I guess the difference is that in the “hard” examples, different levels of performance are possible, and I don’t know how humans are able to perform at the level they do, therefore I don’t know how to duplicate that level of performance with Hᴬ, or how to determine (aside from actually running Hᴬ) whether a proposed strategy for H would actually cause Hᴬ to match human level performance.
Maybe my “learning to program” example isn’t the best one to illustrate this since judging/comparing programming performance is non-trivial. Instead consider the task of learning to synthesize speech for a foreign language (that would ideally be indistinguishable from a native speaker). A human learner can do this without much trouble if they start at a young age. I can imagine the following high-level task decomposition for Hᴬ:
- create a table of phonemes that the language uses
- transcribe the input text into a phonetic representation
- using the phonetic representation, string together the phonemes in the text, while trying to match the tempo and intonation of native speakers
But this is the same general strategy that people who build software speech synthesizers use, and their output is still far from matching that of native speakers. Do you have an argument why Hᴬ would do much better on this learning task than current software, namely as well as a human child?

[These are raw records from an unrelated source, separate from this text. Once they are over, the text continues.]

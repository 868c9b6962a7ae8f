"""The neighbour-average core: standard units, the exact tie rule, leave-one-out, refusals."""

from __future__ import annotations

import math

import numpy as np
import pytest
from hypothesis import given, settings
from hypothesis import strategies as st
from sklearn.neighbors import KNeighborsClassifier, KNeighborsRegressor
from sklearn.preprocessing import StandardScaler

from sheetfit.errors import DataError, ExtrapolationCaution, SettingError
from sheetfit.fit import neighbours as nb
from sheetfit.fit._sums import prefix_fsums
from sheetfit.fit.neighbours import (
    NeighbourMean,
    NeighbourVote,
    Scaling,
    standard_units,
)


def _rng(seed: int = 20240611) -> np.random.Generator:
    return np.random.default_rng(seed)


# --------------------------------------------------------------- brute-force reference


def _ref_distance(Z: np.ndarray, a: np.ndarray) -> list[float]:
    """The contract's distance, one pair at a time: sqrt(fsum of products d·d)."""
    out = []
    for row in Z.tolist():
        diffs = [u - v for u, v in zip(a.tolist(), row, strict=True)]
        out.append(math.sqrt(math.fsum([d * d for d in diffs])))
    return out


def _ref_order(Z: np.ndarray, a: np.ndarray, k: int, skip: int | None) -> list[tuple[int, float]]:
    """The contract's neighbour order over all rows: (12-digit distance, row), self dropped."""
    d = _ref_distance(Z, a)
    cand = sorted((float(f"{v:.12g}"), j) for j, v in enumerate(d) if j != skip)
    return [(j, d[j]) for _, j in cand[:k]]


def _ref_vote(classes: list[object]) -> tuple[object, int]:
    """The contract's vote: class at the first position attaining the most votes."""
    votes = [classes.count(c) for c in classes]
    m = votes.index(max(votes))
    return classes[m], votes[m]


def _check_against_reference(X: np.ndarray, y: np.ndarray, k: int, on: bool) -> None:
    res = NeighbourMean(k=k, standard_units=on).fit(X, y)
    for i in range(X.shape[0]):
        ref = _ref_order(res.Z_, res.Z_[i], k, skip=i)
        assert res.neighbours_[i].tolist() == [j for j, _ in ref], f"row {i}"
        assert res.distances_[i].tolist() == [d for _, d in ref], f"row {i}"
        assert res.fitted_[i] == math.fsum(y[[j for j, _ in ref]].tolist()) / k
    # Each entry of the k table repeats the leave-one-out RMSE of a fit with that k.
    for kk, err in res.k_table_[:: max(1, len(res.k_table_) // 4)]:
        again = NeighbourMean(k=kk, standard_units=on).fit(X, y)
        assert err == again.rmse_


# ------------------------------------------------------------------------ standard units


def test_standard_units_by_hand() -> None:
    """x = 1, 2, 3, 4: mean 2.5, population SD sqrt(1.25) (hand arithmetic)."""
    s = standard_units(np.array([[1.0], [2.0], [3.0], [4.0]]))
    assert s.mean_.tolist() == [2.5]
    # deviations −1.5, −0.5, 0.5, 1.5; squares sum to 5; 5 / 4 = 1.25 (exact in binary)
    assert s.sd_.tolist() == [math.sqrt(1.25)]
    assert s.on
    z = s.transform(np.array([2.5, 4.0]))
    assert z.tolist() == [[0.0], [1.5 / math.sqrt(1.25)]]


def test_standard_units_match_population_scaler() -> None:
    """Means and SDs equal scikit-learn's StandardScaler, which divides by n (ddof 0)."""
    X = _rng().normal(3.0, 7.0, size=(500, 4))
    s = standard_units(X)
    ref = StandardScaler().fit(X)  # scikit-learn StandardScaler: population SD
    np.testing.assert_allclose(s.mean_, ref.mean_, rtol=1e-13, atol=0)
    np.testing.assert_allclose(s.sd_, ref.scale_, rtol=1e-13, atol=0)
    np.testing.assert_allclose(s.transform(X), ref.transform(X), rtol=1e-12, atol=1e-13)
    # and the contract's own arithmetic, exactly: fsum mean, fsum of products d·d over n
    col = X[:, 2].tolist()
    mean = math.fsum(col) / len(col)
    assert s.mean_[2] == mean
    assert s.sd_[2] == math.sqrt(math.fsum([(v - mean) * (v - mean) for v in col]) / len(col))


def test_standard_units_off_is_identity() -> None:
    """With standard units off, mean 0 and SD 1 are reported and rows are unchanged copies."""
    X = np.array([[1.0, 5.0], [2.0, 5.0], [7.0, 5.0]])
    s = standard_units(X, on=False)
    assert (s.mean_.tolist(), s.sd_.tolist(), s.on) == ([0.0, 0.0], [1.0, 1.0], False)
    Z = s.transform(X)
    assert Z.tolist() == X.tolist() and Z is not X


def test_constant_attribute_refused_in_standard_units() -> None:
    """A constant attribute has no standard units; the message names it."""
    X = np.array([[1.0, 5.0], [2.0, 5.0], [7.0, 5.0]])
    with pytest.raises(DataError, match=r"attribute 'stops' has the same value \(5\) in every used row"):
        standard_units(X, names=["km", "stops"])
    with pytest.raises(DataError, match=r"attribute 'stops' .* so it has no standard units"):
        NeighbourMean(k=1).fit(X, np.arange(3.0), names=["km", "stops"])
    assert NeighbourMean(k=1, standard_units=False).fit(X, np.arange(3.0)).k_ == 1


# ------------------------------------------------------------------- hand-worked examples


def test_mean_by_hand_with_tie_at_kth_place() -> None:
    """x = 0, 2, 3, 4, 7 and y = 10…50, k = 2, raw units; distances worked out by hand."""
    X = np.array([0.0, 2.0, 3.0, 4.0, 7.0])
    y = np.array([10.0, 20.0, 30.0, 40.0, 50.0])
    res = NeighbourMean(k=2, standard_units=False).fit(X, y)
    # row 0 (x=0): d = 2, 3, 4, 7 to rows 1–4 → rows 1, 2 → (20 + 30) / 2 = 25
    # row 1 (x=2): d = 2, 1, 2, 5 to rows 0, 2, 3, 4 → row 2, then rows 0 and 3 tie at 2:
    #              the lower row 0 wins → (30 + 10) / 2 = 20
    # row 2 (x=3): d = 3, 1, 1, 4 → rows 1 and 3 tie at 1 → (20 + 40) / 2 = 30
    # row 3 (x=4): d = 4, 2, 1, 3 → rows 2, 1 → (30 + 20) / 2 = 25
    # row 4 (x=7): d = 7, 5, 4, 3 → rows 3, 2 → (40 + 30) / 2 = 35
    assert res.neighbours_.tolist() == [[1, 2], [2, 0], [1, 3], [2, 1], [3, 2]]
    assert res.distances_.tolist() == [[2, 3], [1, 2], [1, 1], [1, 2], [3, 4]]
    assert res.fitted_.tolist() == [25.0, 20.0, 30.0, 25.0, 35.0]
    assert res.resid_.tolist() == [-15.0, 0.0, 0.0, 15.0, 15.0]
    # RMSE = sqrt((225 + 0 + 0 + 225 + 225) / 5) = sqrt(135)
    assert res.rmse_ == math.sqrt(135.0)
    assert res.nb_min_.tolist() == [20, 10, 20, 20, 30]
    assert res.nb_median_.tolist() == [25, 20, 30, 25, 35]
    assert res.nb_max_.tolist() == [30, 30, 40, 30, 40]
    assert res.k_given_ and res.k_ == 2


def test_twelve_digit_tie_lower_row_wins() -> None:
    """Distances 1 + 1e-14 (row 1) and 1 (row 2) agree to 12 digits: row 1 comes first."""
    X = np.array([0.0, -(1.0 + 1e-14), 1.0, 5.0])
    res = NeighbourMean(k=1, standard_units=False).fit(X, np.array([0.0, 1.0, 2.0, 3.0]))
    assert res.neighbours_[0].tolist() == [1]  # by raw distance row 2 would be nearer
    assert res.distances_[0].tolist() == [1.0 + 1e-14]
    # 1 + 1e-10 does not agree with 1 to 12 digits: the nearer row 2 comes first.
    X2 = np.array([0.0, -(1.0 + 1e-10), 1.0, 5.0])
    res2 = NeighbourMean(k=1, standard_units=False).fit(X2, np.array([0.0, 1.0, 2.0, 3.0]))
    assert res2.neighbours_[0].tolist() == [2]


def test_mean_by_hand_in_standard_units() -> None:
    """Corners of a 1 × 2 rectangle: standard units make both sides equal (hand arithmetic)."""
    X = np.array([[0.0, 0.0], [1.0, 0.0], [0.0, 2.0], [1.0, 2.0]])
    y = np.array([1.0, 2.0, 4.0, 8.0])
    res = NeighbourMean(k=2).fit(X, y)
    # means 0.5 and 1, population SDs 0.5 and 1 → Z = (±1, ±1): corners of a square.
    assert res.scaling_.mean_.tolist() == [0.5, 1.0] and res.scaling_.sd_.tolist() == [0.5, 1.0]
    assert res.Z_.tolist() == [[-1, -1], [1, -1], [-1, 1], [1, 1]]
    # side 2, diagonal sqrt(8): each row's two side-neighbours tie at 2, lower row first.
    assert res.neighbours_.tolist() == [[1, 2], [0, 3], [0, 3], [1, 2]]
    assert res.distances_.tolist() == [[2, 2]] * 4
    # fitted: (2 + 4) / 2 = 3; (1 + 8) / 2 = 4.5; (1 + 8) / 2 = 4.5; (2 + 4) / 2 = 3
    assert res.fitted_.tolist() == [3.0, 4.5, 4.5, 3.0]
    # In raw units row 0's nearest is row 1 (distance 1 against 2 to row 2).
    raw = NeighbourMean(k=1, standard_units=False).fit(X, y)
    assert raw.neighbours_[0].tolist() == [1] and raw.distances_[0].tolist() == [1.0]
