"""Comparing cached formula values with recalculated ones, and the assert helper tests use.

:func:`compare_books` puts a book's cached cells (``cached.py``) beside the engine's
fresh ones (``recalculated.py``); :func:`compare_to_cached` recalculates a book and
compares; :func:`assert_cached_values_hold` fails a test with a readable list.
"""

from __future__ import annotations

import math
import os
from collections.abc import Mapping
from dataclasses import dataclass
from typing import TYPE_CHECKING

from .cached import CachedCell, cached_formula_values
from .recalculated import RecalcCell

if TYPE_CHECKING:
    from .process import Engine

__all__ = [
    "Mismatch",
    "MismatchList",
    "assert_cached_values_hold",
    "compare_books",
    "compare_to_cached",
]

# Engine error codes without a spreadsheet error literal, and the literals a file may
# carry for them (LibreOffice reports e.g. SQRT(-1) and VALUE("x") both as Err:502).
_ERROR_EQUIVALENTS: dict[int, frozenset[str]] = {
    502: frozenset({"#VALUE!", "#NUM!"}),
    503: frozenset({"#NUM!"}),
    504: frozenset({"#VALUE!"}),
    519: frozenset({"#VALUE!"}),
    521: frozenset({"#NULL!"}),
    523: frozenset({"#NUM!"}),
    532: frozenset({"#DIV/0!"}),
    32767: frozenset({"#N/A"}),
}


@dataclass(frozen=True)
class Mismatch:
    """A formula cell whose cached value the engine does not reproduce."""

    sheet: str
    address: str
    formula: str
    cached: object
    recalculated: object
    reason: str

    def __str__(self) -> str:
        return (
            f"'{self.sheet}'!{self.address}: {self.reason}; formula {self.formula!r}, "
            f"cached {self.cached!r}, recalculated {self.recalculated!r}"
        )


class MismatchList(list[Mismatch]):
    """The mismatches of one check, plus how many formula cells were checked."""

    def __init__(self, items: list[Mismatch], checked: int) -> None:
        super().__init__(items)
        self.checked = checked

    def report(self, limit: int = 20) -> str:
        lines = [f"{len(self)} of {self.checked} formula cells do not hold their cached value:"]
        lines += [f"  {m}" for m in self[:limit]]
        if len(self) > limit:
            lines.append(f"  ... and {len(self) - limit} more")
        return "\n".join(lines)


#: Probability functions are held to an absolute tolerance instead: LibreOffice's
#: T.DIST.2T of |t| < 1e-7 returns 0.99999996797730 whatever t is (measured on NIST StRD
#: Wampler5, docs/engine-facts.md E6), 4e-9 from the true value; a p-value's 8th digit
#: never decides anything.
PROBABILITY_FUNCTIONS = ("T.DIST", "F.DIST", "CHISQ.DIST")
PROBABILITY_ABS = 1e-7


def _compare_cell(cached: CachedCell, fresh: RecalcCell, rel: float, abs_: float) -> str | None:
    """Why the fresh value does not reproduce the cached one, or None when it does."""
    if any(f in cached.formula for f in PROBABILITY_FUNCTIONS):
        abs_ = max(abs_, PROBABILITY_ABS)
    if fresh.is_error:
        if cached.kind == "e" and (
            cached.value == fresh.error
            or cached.value in _ERROR_EQUIVALENTS.get(fresh.error_code, frozenset())
        ):
            return None
        return "the engine shows an error"
    if cached.kind == "none":
        return "no cached value in the file"
    if cached.kind == "e":
        return "cached an error, the engine computes a value"
    got = fresh.value
    if cached.kind == "s":
        if not isinstance(got, str):
            return "cached text, the engine computes a number"
        return None if got == cached.value else "text differs"
    if not isinstance(got, float):
        return "cached a number, the engine computes text"
    want = float(cached.value)  # type: ignore[arg-type]
    if not (math.isfinite(want) and abs(want - got) <= max(rel * abs(got), abs_)):
        return f"numbers differ by {abs(want - got):.3g}"
    return None


def compare_books(
    cached: Mapping[tuple[str, str], CachedCell],
    fresh: Mapping[tuple[str, str], RecalcCell],
    *,
    rel: float = 1e-9,
    abs_: float = 1e-12,
) -> MismatchList:
    """Compare cached and recalculated formula cells; either side missing is a mismatch."""
    out: list[Mismatch] = []
    for key, cell in cached.items():
        now = fresh.get(key)
        if now is None:
            out.append(
                Mismatch(*key, cell.formula, cell.value, None, "the engine reports no formula here")
            )
            continue
        reason = _compare_cell(cell, now, rel, abs_)
        if reason is not None:
            formula = cell.formula + (f" [{cell.note}]" if cell.note else "")
            shown = now.error if now.is_error else now.value
            out.append(Mismatch(*key, formula, cell.value, shown, reason))
    for key, now in fresh.items():
        if key not in cached:
            shown = now.error if now.is_error else now.value
            out.append(
                Mismatch(*key, now.formula, None, shown, "formula cell missing from the file")
            )
    return MismatchList(out, checked=len(cached.keys() | fresh.keys()))


def compare_to_cached(
    path: str | os.PathLike[str], engine: Engine, rel: float = 1e-9, abs_: float = 1e-12
) -> MismatchList:
    """Recalculate the book and list every formula cell whose cached value does not hold.

    Numbers match when |cached - recalculated| <= max(rel * |recalculated|, abs_);
    text must be equal; an engine error matches only the same cached error. The
    returned list carries ``.checked``, the number of formula cells compared.
    """
    fresh = engine.recalculate(path)
    return compare_books(cached_formula_values(path), fresh.cells, rel=rel, abs_=abs_)


def assert_cached_values_hold(
    path: str | os.PathLike[str],
    engine: Engine,
    rel: float = 1e-9,
    abs_: float = 1e-12,
    *,
    min_checked: int = 1,
) -> int:
    """Fail with a readable list unless every cached formula value holds; return the count.

    Also fails when fewer than ``min_checked`` formula cells were found, so a book
    without formulas cannot pass by accident.
    """
    mismatches = compare_to_cached(path, engine, rel=rel, abs_=abs_)
    if mismatches:
        raise AssertionError(f"{path}: {mismatches.report()}")
    if mismatches.checked < min_checked:
        raise AssertionError(
            f"{path}: only {mismatches.checked} formula cells found, expected >= {min_checked}"
        )
    return mismatches.checked
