class NeighbourMeanResult(_Base):
    """A fitted neighbour-mean model: leave-one-out fitted values and the k table."""

    def __init__(self, *, y: np.ndarray, fitted: np.ndarray, **kw: Any) -> None:
        super().__init__(**kw)
        self.y_ = _readonly(y)
        self.fitted_ = _readonly(fitted)

    def __repr__(self) -> str:
        return f"NeighbourMeanResult(n={self.n_}, k={self.k_}, rmse={self.rmse_:.6g})"

    @cached_property
    def resid_(self) -> np.ndarray:
        """Leave-one-out residuals y − fitted_."""
        return _readonly(self.y_ - self.fitted_)

    @cached_property
    def rmse_(self) -> float:
        """Leave-one-out root mean squared residual, sqrt(fsum(resid²) / n)."""
        return math.sqrt(math.fsum((self.resid_ * self.resid_).tolist()) / self.n_)

    @cached_property
    def nb_y_(self) -> np.ndarray:
        """The responses of each row's k_ neighbours, in neighbour order."""
        return _readonly(self.y_[self.neighbours_])

    @cached_property
    def nb_min_(self) -> np.ndarray:
        """Smallest response among each row's neighbours."""
        return _readonly(self.nb_y_.min(axis=1))

    @cached_property
    def nb_median_(self) -> np.ndarray:
        """Median response among each row's neighbours (mean of the middle two for even k)."""
        return _readonly(np.median(self.nb_y_, axis=1))

    @cached_property
    def nb_max_(self) -> np.ndarray:
        """Largest response among each row's neighbours."""
        return _readonly(self.nb_y_.max(axis=1))

    def predict(self, X_new: np.ndarray) -> MeanPrediction:
        """Mean response of the k_ nearest training rows to each new row; never refits."""
        J, D = self._neighbours_of(X_new)
        Y = self.y_[J]
        value = _fsum_rows(Y) / self.k_
        return MeanPrediction(
            J, D, value, Y.min(axis=1), np.median(Y, axis=1), Y.max(axis=1)
        )


class NeighbourVote:
    """k nearest neighbours classification: the most common class among the k most similar rows."""

    def __init__(self, k: int | None = None, standard_units: bool = True) -> None:
        self.k = k
        self.standard_units = standard_units

    def fit(
        self,
        X: np.ndarray,
        labels: Sequence[str | float] | np.ndarray,
        names: Sequence[str] | None = None,
    ) -> NeighbourVoteResult:
        """Find each row's neighbours, the leave-one-out k table and the fitted classes."""
        codes, classes = _parse_labels(labels)
        n_x = np.asarray(X).shape[0] if np.ndim(X) else 0
        if codes.shape[0] != n_x:
            raise DataError(f"y has {codes.shape[0]} labels but the attributes have {n_x} rows")
        if len(classes) == 1:
            raise DataError(
                f"y holds only one class, {_label_text(classes[0])}; a vote needs two or more"
            )
        X, names_, scaling, Z, tree, table_max, J, D = _fit_search(
            X, names, self.k, self.standard_units
        )
        n = X.shape[0]
        C = codes[J]
        table = []
        # Votes per position, grown one neighbour at a time across the k table.
        v = np.zeros((n, table_max), dtype=np.int64)
        rows = np.arange(n)
        for k in range(1, table_max + 1):
            new = C[:, k - 1 : k]
            v[:, : k - 1] += C[:, : k - 1] == new
            v[:, k - 1] = np.sum(C[:, :k] == new, axis=1)
            pos = np.argmax(v[:, :k], axis=1)
            table.append((k, math.fsum((C[rows, pos] != codes).tolist()) / n))
        k_ = int(self.k) if self.k is not None else _best_k(table)
        pred, votes = _vote(C[:, :k_], len(classes))
        return NeighbourVoteResult(
            X=X, names=names_, scaling=scaling, Z=Z, tree=tree, k=k_,
            k_given=self.k is not None, order_J=J, order_D=D, k_table=table,
            codes=codes, classes=classes, pred=pred, votes=votes,
        )  # fmt: skip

I have another question that’s kind of tangential. Suppose Hᴬ receives a complex query, and figures out a possible way to eventually answer the query but isn’t sure that the whole computation that would result is actually benign. What should it do at that point? More generally, what does H need to do to make sure that nothing malign happens as a result of their actions? Is there a standard guide H can follow, or do they also have to figure it out case by case?